Neuroprotective Potential of the Natural Bioactive Compound Calebin A against Endogenous Neurotoxins

Abstract

With the rapid aging of the global population, neurodegenerative disorders such as Alzheimer’s disease (AD) and Parkinson’s disease (PD) have become increasingly prevalent and represent major public health challenges. These disorders share several common pathological mechanisms, including oxidative stress, mitochondrial dysfunction, neuroinflammation, dysregulated neurotransmission, and activation of apoptotic pathways, which ultimately lead to progressive neuronal loss. Due to the largely irreversible nature of neuronal damage, current therapeutic strategies mainly provide symptomatic relief rather than targeting the underlying neurodegenerative processes. Therefore, there is a critical need to identify multifunctional neuroprotective compounds capable of modulating multiple pathogenic pathways. Curcumin, a natural polyphenolic compound derived from Curcuma longa, has attracted attention due to its antioxidant, anti-inflammatory, and neuroprotective properties. However, its clinical application is limited by poor aqueous solubility, structural instability, and low bioavailability. Calebin A, a naturally occurring curcumin-derived metabolite, possesses structural modifications that may improve chemical stability and pharmacological properties. Previous studies suggested that Calebin A may exert neuroprotective effects through inhibition of β-amyloid aggregation; however, its role in cholinergic and dopaminergic neurodegeneration remains unclear.
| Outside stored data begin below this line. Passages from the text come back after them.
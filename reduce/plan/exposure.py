"""Expected signal-to-noise of an exposure, and the exposure for a wanted one, with a telescope that is known."""

from __future__ import annotations

import math
from collections.abc import Mapping
from dataclasses import dataclass

from reduce.measure.noise import exposure_for_snr, scintillation, snr
from reduce.plan.moonlight import sky_airmass

APERTURE_FWHM = 1.0
"""Radius that the planned photometry is summed in."""
SEEING_POWER = 0.6
"""FWHM grows with airmass to this power (turbulence theory)."""
PEAK_MARGIN = 0.7
"""A planned peak stays below this part of saturation."""
READ_NOISE_SHARE = 0.1
"""Of the variance, which frames may be split up to."""
LEAST_S = 20.0
"""Shorter frames hold too few well measured comparison stars, and scintillate (common practice)."""
SPLIT_FRAMES = 3
"""Frames that a median needs against cosmic rays (common practice)."""


@dataclass(frozen=True, slots=True)
class Conditions:
    """What stands between star and telescope."""

    airmass: float
    altitude_deg: float
    moonlight_nl: float = 0.0
    """In V (`moonlight_nl`)."""
    fwhm_arcsec: float | None = None
    """As seen; None: the usual seeing at this airmass."""


@dataclass(frozen=True, slots=True)
class BandNoise:
    """One band of the telescope."""

    zero_point: float
    """Magnitude of 1 e-/s above the atmosphere."""
    extinction: float
    dark_sky: float
    """Without the Moon, through one airmass of it, e-/s/arcsec²."""
    moon_sky: float
    """e-/s/arcsec² for one nanolambert of moonlight in V."""
    err_night_mag: float
    """Usual error that the points of a night share."""
    usual_exposure_s: float
    n_frames: int
    actual_to_expected: float = 1.0
    """Error of the target's measured points over what this model expects of them; what the host adds is in it."""


@dataclass(frozen=True, slots=True)
class TelescopeNoise:
    """Everything that exposures are planned with; `telescope.telescope_noise` measures it."""

    bands: Mapping[str, BandNoise]
    scale_arcsec: float
    fwhm_arcsec: float
    """Usual seeing at the zenith."""
    read_noise_e: float
    dark_e_s_px: float
    saturation_e: float
    aperture_m: float | None
    height_m: float
    scintillation_coefficient: float

    def seeing(self, where: Conditions) -> float:
        """FWHM as seen, arcsec."""
        if where.fwhm_arcsec is not None:
            return where.fwhm_arcsec
        return float(self.fwhm_arcsec * where.airmass**SEEING_POWER)

    def rates(self, band: str, mag: float, where: Conditions) -> tuple[float, float, float]:
        """Electrons per second of the star in the aperture, of the sky per pixel, and the aperture's pixels."""
        one = self.bands[band]
        caught = 1.0 - 2.0 ** (-4.0 * APERTURE_FWHM**2)
        star = float(caught * 10.0 ** (-0.4 * (mag - one.zero_point + one.extinction * where.airmass)))
        sky = one.dark_sky * sky_airmass(90.0 - where.altitude_deg) + one.moon_sky * where.moonlight_nl
        area = math.pi * (APERTURE_FWHM * self.seeing(where) / self.scale_arcsec) ** 2
        return star, sky * self.scale_arcsec**2, max(area, 1.0)

    def snr(self, band: str, mag: float, exposure_s: float, where: Conditions, n: int = 1) -> float:
        """Expected signal-to-noise of ``n`` frames together: photons, dark, read-out, scintillation."""
        star, sky, area = self.rates(band, mag, where)
        one = snr(
            star * exposure_s, sky * exposure_s, self.dark_e_s_px * exposure_s, self.read_noise_e, area, 20.0 * area,
            median_sky=True,
        )  # fmt: skip
        relative = math.hypot(self.bands[band].actual_to_expected / one, self._scintillation(exposure_s, where))
        return math.sqrt(n) / relative

    def _scintillation(self, exposure_s: float, where: Conditions) -> float:
        if self.aperture_m is None:
            return 0.0
        return scintillation(
            self.aperture_m, where.airmass, exposure_s, self.height_m, self.scintillation_coefficient
        )  # fmt: skip

    def exposure(self, band: str, mag: float, wanted_snr: float, where: Conditions) -> float:
        """Seconds in one frame that reach a signal-to-noise, without scintillation."""
        star, sky, area = self.rates(band, mag, where)
        wanted = wanted_snr * self.bands[band].actual_to_expected
        return exposure_for_snr(wanted, star, sky, self.dark_e_s_px, self.read_noise_e, area)

    def saturating_exposure(self, band: str, mag: float, where: Conditions) -> float:
        """Seconds after which a star's peak (a Gaussian's, well centred) reaches saturation."""
        star, sky, _ = self.rates(band, mag, where)
        sigma_px = self.seeing(where) / self.scale_arcsec / math.sqrt(8.0 * math.log(2.0))
        caught = 1.0 - 2.0 ** (-4.0 * APERTURE_FWHM**2)
        peak = star / caught * math.erf(0.5 / (math.sqrt(2.0) * sigma_px)) ** 2
        return float(self.saturation_e / (peak + sky))

    def longest_unsaturated(self, band: str, mag: float, where: Conditions) -> float:
        """Seconds of a frame that keep the star's peak well below saturation."""
        return PEAK_MARGIN * self.saturating_exposure(band, mag, where)

    def split(self, band: str, mag: float, total_s: float, where: Conditions, longest_s: float) -> tuple[int, float]:
        """Number and length of frames for a total exposure.

        As short as saturation and ``longest_s`` ask; three frames against cosmic rays as long as reading out more often
        adds less than a tenth to the variance and none is shorter than 20 s.
        """
        star, sky, area = self.rates(band, mag, where)
        longest = min(longest_s, self.longest_unsaturated(band, mag, where))
        n = max(1, math.ceil(total_s / longest - 1e-9))
        photons = (star + area * (sky + self.dark_e_s_px)) * total_s
        affordable = int(READ_NOISE_SHARE * photons / max(area * self.read_noise_e**2, 1e-9))
        n = max(n, min(SPLIT_FRAMES, affordable, int(total_s / LEAST_S)))
        return n, total_s / n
In this study, in silico ADME analysis and molecular docking were employed to evaluate the physicochemical and pharmacokinetic properties of Calebin A. The results suggested that structural differences between Calebin A and curcumin may contribute to improved pharmacokinetic features. Molecular docking further indicated favorable binding interactions with neurotransmitter-regulating enzymes. To experimentally evaluate its neuroprotective potential, hippocampal HT22 neurons and dopaminergic N27 neurons were used. Hydrogen peroxide was applied to induce oxidative neuronal injury. In HT22 neurons, Calebin A significantly increased intracellular glutathione (GSH) levels, activated interleukin-1β converting enzyme (ICE-1), and inhibited caspase-3 activity, suggesting selective modulation of apoptotic signaling. In N27 neurons, Calebin A exhibited complementary effects, including inhibition of monoamine oxidase (MAO), suppression of ICE-1 activity, and inhibition of caspase-3 activation. Collectively, these findings demonstrate that Calebin A exerts neuroprotective effects through modulation of oxidative balance, inflammatory proteases, and neurotransmitter-degrading enzymes, supporting its potential as a multifunctional natural compound for targeting neurodegenerative mechanisms.